# cowboy action shooting



## samskara (Jul 19, 2006)

Anyone here into this? Just found out about it, looks like fun. :draw:


----------



## Baldy (Jun 21, 2006)

Nerver done any but if I was a few years younger I dang sure would.


----------



## Revolver (Aug 26, 2006)

If I had the money I would give it a try. Just the excuse I'd need to buy a Ruger Blackhawk, Marlin 1894, and Side-by-Side 12 GA.


----------



## TomC (Sep 5, 2006)

I have been shooting CAS for about 7 years. The initial outlay took a while to accumulate, but I now have .38 and .45 rifles and revolvers that I use for competition and general fun. I hadn’t done much shooting with single action revolvers prior to this, but I have found that I really like them.
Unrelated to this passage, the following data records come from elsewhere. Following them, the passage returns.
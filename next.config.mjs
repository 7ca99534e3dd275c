/** @type {import('next').NextConfig} */
const nextConfig = {
  // Native or WASM-loading packages that must be required at run time, not bundled.
  serverExternalPackages: ['@electric-sql/pglite', '@node-rs/argon2', 'serialport', 'pino', 'pg'],
  poweredByHeader: false,
  // Passwords are arguments of server actions: they are never printed.
  logging: { serverFunctions: false },
  reactStrictMode: true,
  experimental: { authInterrupts: true },
  async headers() {
    return [
      {
        source: '/:path*',
        headers: [
          { key: 'X-Content-Type-Options', value: 'nosniff' },
          // Ticket and record addresses are secrets: no other site learns them from a referrer. With
          // `no-referrer` a browser would keep a form's origin back too, and the post would refuse it.
          { key: 'Referrer-Policy', value: 'same-origin' },
          { key: 'X-Frame-Options', value: 'DENY' },
          // What a page of ours never does: plug-ins, another base, forms to and frames of others.
          {
            key: 'Content-Security-Policy',
            value: "object-src 'none'; base-uri 'self'; form-action 'self'; frame-ancestors 'none'",
          },
        ],
      },
    ];
  },
};

export default nextConfig;
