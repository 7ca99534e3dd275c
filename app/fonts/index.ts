import localFont from 'next/font/local';

// Latin only, used weights only. Only the two faces that every page shows first are preloaded.

export const textFont = localFont({
  src: [
    {
      path: '../../node_modules/@fontsource/atkinson-hyperlegible-next/files/atkinson-hyperlegible-next-latin-400-normal.woff2',
      weight: '400',
    },
    {
      path: '../../node_modules/@fontsource/atkinson-hyperlegible-next/files/atkinson-hyperlegible-next-latin-600-normal.woff2',
      weight: '600',
    },
    {
      path: '../../node_modules/@fontsource/atkinson-hyperlegible-next/files/atkinson-hyperlegible-next-latin-700-normal.woff2',
      weight: '700',
    },
  ],
  variable: '--font-hyperlegible',
  display: 'swap',
  preload: false,
});

export const codeFont = localFont({
  src: [
    {
      path: '../../node_modules/@fontsource/barlow-condensed/files/barlow-condensed-latin-600-normal.woff2',
      weight: '600',
    },
    {
      path: '../../node_modules/@fontsource/barlow-condensed/files/barlow-condensed-latin-700-normal.woff2',
      weight: '700',
    },
  ],
  variable: '--font-barlow',
  display: 'swap',
  fallback: ['Arial Narrow', 'Roboto Condensed'],
  preload: true,
});

export const readingFont = localFont({
  src: [
    {
      path: '../../node_modules/@fontsource/atkinson-hyperlegible-mono/files/atkinson-hyperlegible-mono-latin-400-normal.woff2',
      weight: '400',
    },
    {
      path: '../../node_modules/@fontsource/atkinson-hyperlegible-mono/files/atkinson-hyperlegible-mono-latin-700-normal.woff2',
      weight: '700',
    },
  ],
  variable: '--font-hyperlegible-mono',
  display: 'swap',
  adjustFontFallback: false,
  fallback: ['Liberation Mono', 'Menlo', 'Consolas'],
  preload: false,
});
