import { fileURLToPath } from 'node:url';
import { defineConfig } from 'vitest/config';

export default defineConfig({
  resolve: { alias: { '@': fileURLToPath(new URL('.', import.meta.url)) } },
  test: {
    include: [
      '{lib,db,server,components,app}/**/*.test.{ts,tsx}',
      'tests/{published,unit}/**/*.test.ts',
    ],
    environment: 'node',
    pool: 'forks',
    maxWorkers: 2,
    testTimeout: 30_000,
    hookTimeout: 60_000,
    // A shared machine can stall for seconds; a test that fails twice has failed.
    retry: process.env.CI ? 1 : 0,
  },
});
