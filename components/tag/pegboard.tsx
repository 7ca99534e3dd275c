import clsx from 'clsx';
import type { ElementType, ReactNode } from 'react';

interface PegboardProps {
  children?: ReactNode;
  as?: ElementType;
  className?: string;
}

/** The workshop wall that tags hang on; sets light text for everything on it. */
export function Pegboard({ children, as: Element = 'div', className }: PegboardProps) {
  return <Element className={clsx('ground-wall pegboard', className)}>{children}</Element>;
}
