/** @type {import('next').NextConfig} */
const nextConfig = {
  // Native or WASM-loading packages that must be required at run time, not bundled.
  serverExternalPackages: ['@electric-sql/pglite', '@node-rs/argon2', 'serialport', 'pino', 'pg'],
  poweredByHeader: false,
  // Passwords are arguments of server actions: they are never printed.
  logging: { serverFunctions: false },
  reactStrictMode: true,
  experimental: { authInterrupts: true },
  async headers() {
    return [
      {
        source: '/:path*',
        headers: [
          { key: 'X-Content-Type-Options', value: 'nosniff' },
          // Ticket and record addresses are secrets: never leak them in a referrer.
          { key: 'Referrer-Policy', value: 'no-referrer' },
          { key: 'X-Frame-Options', value: 'DENY' },
        ],
      },
    ];
  },
};

export default nextConfig;
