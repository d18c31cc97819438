package model

import (
	"math"
	"math/rand/v2"
	"testing"

	"gonum.org/v1/gonum/mat"
)

// The eigenvalues are held to those of another program (gonum), the vectors to what they must do.
func TestEigen(t *testing.T) {
	r := rand.New(rand.NewPCG(1, 2))
	for _, n := range []int{1, 2, 3, 7, 40, 91} {
		sym := mat.NewSymDense(n, nil)
		a := make([]float64, n*n)
		for i := 0; i < n; i++ {
			for j := i; j < n; j++ {
				x := r.NormFloat64() * math.Sqrt(float64((i+1)*(j+1)))
				if (i+j)%3 == 0 && i != j {
					x = 0
				}
				sym.SetSym(i, j, x)
				a[i*n+j], a[j*n+i] = x, x
			}
		}
		var eig mat.EigenSym
		eig.Factorize(sym, false)
		want := eig.Values(nil)
		d, v := eigen(&slab{wide: 1}, n, append([]float64(nil), a...))
		size := math.Max(math.Abs(want[0]), math.Abs(want[n-1]))
		for i := range d {
			if math.Abs(d[i]-want[i]) > 1e-13*size*float64(n) {
				t.Errorf("n %d: eigenvalue %d is %g, want %g", n, i, d[i], want[i])
			}
			for k := 0; k < n; k++ {
				sum := 0.0
				for j := 0; j < n; j++ {
					sum += a[k*n+j] * v[i*n+j]
				}
				if math.Abs(sum-d[i]*v[i*n+k]) > 1e-13*size*float64(n) {
					t.Fatalf("n %d: vector %d is not kept by the matrix", n, i)
				}
			}
			for j := range d {
				dot, want := 0.0, 0.0
				if i == j {
					want = 1
				}
				for k := 0; k < n; k++ {
					dot += v[i*n+k] * v[j*n+k]
				}
				if math.Abs(dot-want) > 1e-13*float64(n) {
					t.Fatalf("n %d: vectors %d and %d give %g, want %g", n, i, j, dot, want)
				}
			}
		}
	}
}

func BenchmarkEigen(b *testing.B) {
	for _, n := range []int{14, 63, 91} {
		b.Run(string(rune('0'+n/10))+"x", func(b *testing.B) {
			r := rand.New(rand.NewPCG(1, 2))
			a, c := make([]float64, n*n), make([]float64, n*n)
			for i := 0; i < n; i++ {
				for j := 0; j <= i; j++ {
					a[i*n+j] = r.NormFloat64()
					a[j*n+i] = a[i*n+j]
				}
			}
			tmp := &slab{wide: 1}
			for b.Loop() {
				copy(c, a)
				mark := tmp.mark()
				eigen(tmp, n, c)
				tmp.back(mark)
			}
		})
	}
}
The Marlin rifles I use are similar to the Marlin 39A that I got as a teenager. 
I have introduced my wife to shooting years ago, but the only form of competition she likes is CAS.
I have participated in competition in several different formats previously, small bore and high power rifle, handgun silhouette, and IPSC, and I like CAS the best.


----------



## Dreadnought (Nov 9, 2006)

If I had the money, I would do it. It is a completely different type of shooting sport, what with the costumes and alter egos and all. Kinda gives grown-ups a chance to be kids again, just for the weekend.


----------